The elections did not define a clear winner, leaving two main political blocs – the ruling center-left Red Green bloc and the center-right opposition Alliance – with some 40 percent of the vote each. The Sweden Democrats (SD) political party won about 18 percent of the vote, a significant gain since the 2014 elections. The parties will now have to reach an agreement to be able to form a government.
Swedes Divided Over Migration Issue
Experts argue that migration is one of the major issues behind a period of political uncertainty that Sweden is now facing.
At the same time, Teorell argued that there was still a "very strong opinion" in Sweden in favor of "more liberal traditional Swedish immigration policy."
Anders Sannerstedt, a senior lecturer at the Political Science Department of the Lund University, expressed a similar opinion, saying that the reason for a likely political deadlock in Sweden was the existing divisions in its electorate, including on the issue of migration.
"There is no consensus among the Swedish electorate on who is to govern. When it comes to migration, Sweden is heavily divided. Many Swedes would like much more generous refugee policy. But even more would rather see… a more restrictive policy," Sannerstedt underlined.
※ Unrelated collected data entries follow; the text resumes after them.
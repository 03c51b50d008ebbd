// Which rig needs attention (issue 8, "one glance tells which rig needs attention"): a pure rule
// over a rig's recent session statistics and the age of its approved calibrations. Each level has
// a word and a shape so the status never rests on colour alone.
//
// The thresholds are the lab's judgement, not physics; they are named here so a lead can see and
// change them in one place:
// - BIAS_ATTENTION_PCT: a muzzle-speed bias of 3 % moves a 30 m/s plan by 0.9 m/s, most of a
//   typical ±5 % tolerance once the rig's own scatter is added, so the next setup sheet would be
//   wrong; BIAS_WATCH_PCT (1 %) is worth a look but not a stop.
// - A bias counts only when its 95 % interval excludes zero (otherwise it is scatter).
// - A bias that trends across sessions (Student-t test of the slope, stats/trend.ts) is the drift
//   story of seal wear or a slow leak: it needs attention even while each session is within limits.
// - CEP_GROWTH_RATIO: a group 1.5× wider than the rig's usual is a loose mount or a damaged barrel.
// - CALIBRATION_MAX_AGE_DAYS: half a year without a new calibration is the lab's practice.
import { linearTrend } from '$lib/physics/stats/trend';

export const BIAS_ATTENTION_PCT = 3;
export const BIAS_WATCH_PCT = 1;
export const CEP_GROWTH_RATIO = 1.5;
export const CALIBRATION_MAX_AGE_DAYS = 180;
/** Sessions older than this no longer describe the rig as it is. */
export const RECENT_DAYS = 60;
const DAY_MS = 24 * 3600 * 1000;

export type AttentionLevel = 'attention' | 'watch' | 'good' | 'idle';

/** Word and shape of each level (shape characters are also read out by screen readers as text). */
export const LEVEL_LABEL: Record<AttentionLevel, { word: string; shape: string; rank: number }> = {
	attention: { word: 'Needs attention', shape: '▲', rank: 0 },
	watch: { word: 'Watch', shape: '◆', rank: 1 },
	good: { word: 'In good order', shape: '●', rank: 2 },
	idle: { word: 'No recent sessions', shape: '○', rank: 3 }
};

export interface SessionHealth {
	projectileId: number;
	projectileName: string;
	startedAt: Date;
	/** Muzzle-speed bias in % of the mean measured speed, with its 95 % interval. */
	biasPercent: { mean: number; lower: number | null; upper: number | null } | null;
	uncalibrated: boolean;
	driftFlagged: boolean;
	cepM: number | null;
}

export interface CalibrationAge {
	projectileId: number;
	projectileName: string;
	calibrationId: number | null;
	ageDays: number | null;
}

export interface Finding {
	level: Exclude<AttentionLevel, 'good' | 'idle'>;
	text: string;
}

export interface RigAttention {
	level: AttentionLevel;
	word: string;
	shape: string;
	findings: Finding[];
	/** One line: the word and the findings, e.g. "Needs attention: bias −6.1 % with Ice ball 45 mm (uncalibrated); drift flagged". */
	summary: string;
}

const pct = (v: number) => `${v > 0 ? '+' : v < 0 ? '−' : ''}${Math.abs(v).toFixed(1)} %`;

function significant(b: NonNullable<SessionHealth['biasPercent']>) {
	return b.lower !== null && b.upper !== null && (b.lower > 0 || b.upper < 0);
}

/**
 * The attention status of a rig from its sessions (any order) and calibration ages. `formatLength`
 * writes a CEP in the reader's units.
 */
export function assessRig(
	sessions: readonly SessionHealth[],
	calibrations: readonly CalibrationAge[],
	now: Date,
	formatLength: (m: number) => string = (m) => `${(m * 1000).toFixed(1)} mm`
): RigAttention {
	const recent = sessions.filter((s) => now.getTime() - s.startedAt.getTime() <= RECENT_DAYS * DAY_MS);
	const findings: Finding[] = [];
	const byProjectile = new Map<number, SessionHealth[]>();
	for (const s of [...sessions].sort((a, b) => a.startedAt.getTime() - b.startedAt.getTime()))
		byProjectile.set(s.projectileId, [...(byProjectile.get(s.projectileId) ?? []), s]);

	for (const [projectileId, list] of byProjectile) {
		const latest = list.at(-1)!;
		if (!recent.includes(latest)) continue;
		const name = latest.projectileName;
		const b = latest.biasPercent;
		if (b && significant(b) && Math.abs(b.mean) >= BIAS_WATCH_PCT) {
			findings.push({
				level: Math.abs(b.mean) >= BIAS_ATTENTION_PCT ? 'attention' : 'watch',
				text: `bias ${pct(b.mean)} with ${name}${latest.uncalibrated ? ' (uncalibrated)' : ''}`
			});
		}
		if (latest.driftFlagged) findings.push({ level: 'watch', text: `drift flagged in the latest session with ${name}` });

		const withBias = list.filter((s) => s.biasPercent !== null);
		if (withBias.length >= 3) {
			const trend = linearTrend(
				withBias.map((s) => s.biasPercent!.mean),
				withBias.map((s) => s.startedAt.getTime() / DAY_MS)
			);
			if (trend.driftFlag && trend.slope !== null)
				findings.push({ level: 'attention', text: `bias with ${name} trending ${pct(trend.slope * 7)} per week across sessions` });
		}

		const earlierCeps = list.slice(0, -1).flatMap((s) => (s.cepM === null ? [] : [s.cepM]));
		if (latest.cepM !== null && earlierCeps.length > 0) {
			const sorted = [...earlierCeps].sort((x, y) => x - y);
			const usual = sorted[Math.floor((sorted.length - 1) / 2)];
			if (usual > 0 && latest.cepM > CEP_GROWTH_RATIO * usual)
				findings.push({ level: 'watch', text: `CEP with ${name} grew to ${formatLength(latest.cepM)} from a usual ${formatLength(usual)}` });
		}

		const calibration = calibrations.find((c) => c.projectileId === projectileId);
		if (!calibration || calibration.calibrationId === null) findings.push({ level: 'watch', text: `no approved calibration with ${name}` });
	}
	for (const c of calibrations)
		if (c.ageDays !== null && c.ageDays > CALIBRATION_MAX_AGE_DAYS && byProjectile.has(c.projectileId))
			findings.push({ level: 'watch', text: `calibration with ${c.projectileName} is ${Math.floor(c.ageDays)} days old` });

	const level: AttentionLevel = findings.some((f) => f.level === 'attention')
		? 'attention'
		: findings.length > 0
			? 'watch'
			: recent.length > 0
				? 'good'
				: 'idle';
	// Most serious first, so the one-line summary leads with what matters.
	findings.sort((a, b) => LEVEL_LABEL[a.level].rank - LEVEL_LABEL[b.level].rank);
	const { word, shape } = LEVEL_LABEL[level];
	return { level, word, shape, findings, summary: findings.length ? `${word}: ${findings.map((f) => f.text).join('; ')}` : word };
}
Rise of Parties Similar to SD Part of Pan-European Trend
In recent years, a number of European countries saw the rise of political parties in favor of reducing the influx of migrants, including Austria's Freedom Party which won 26 percent in the October 2017 vote, the Danish People's Party which took 21 percent at the elections in June 2015, and Jobbik party in Hungary, which gained 19 percent of the vote in the April 2018 parliamentary elections.
According to Sannerstedt, at the start of the migration crisis in 2015, Sweden received 165,000 refugees in the period of few months, which was "very difficult to handle."
"When people think about migration they think that Sweden Democrats is the most trustworthy party when it comes to that. And that explains why people think they have best solutions in that particular area," Teorell suggested.
Sweden Facing Political Deadlock
Both experts argued that Sweden is now facing a political deadlock as well as the likely resignation of Prime Minister Stefan Lofven.
"It seems likely that the prime minister would resign … Then there will be negotiations between the parties, especially between the liberal conservatives and the SD … At the moment, there is no foreseeable agreement and somebody would have to give in sooner or later. But nobody has yet indicated any will to [do so]," Sannerstedt stressed.
"What we see is a deadlock between social democratic forces and liberal conservative forces. And then we have the Sweden Democrats as a third force which makes the negotiations much more difficult," Sannerstedt underlined.
Commenting on the election results on Monday, Lofven, who is the head of the ruling coalition, refused calls to resign, inviting the opposition Alliance to talks. According to the prime minister, the elections marked "the end of bloc politics in Sweden."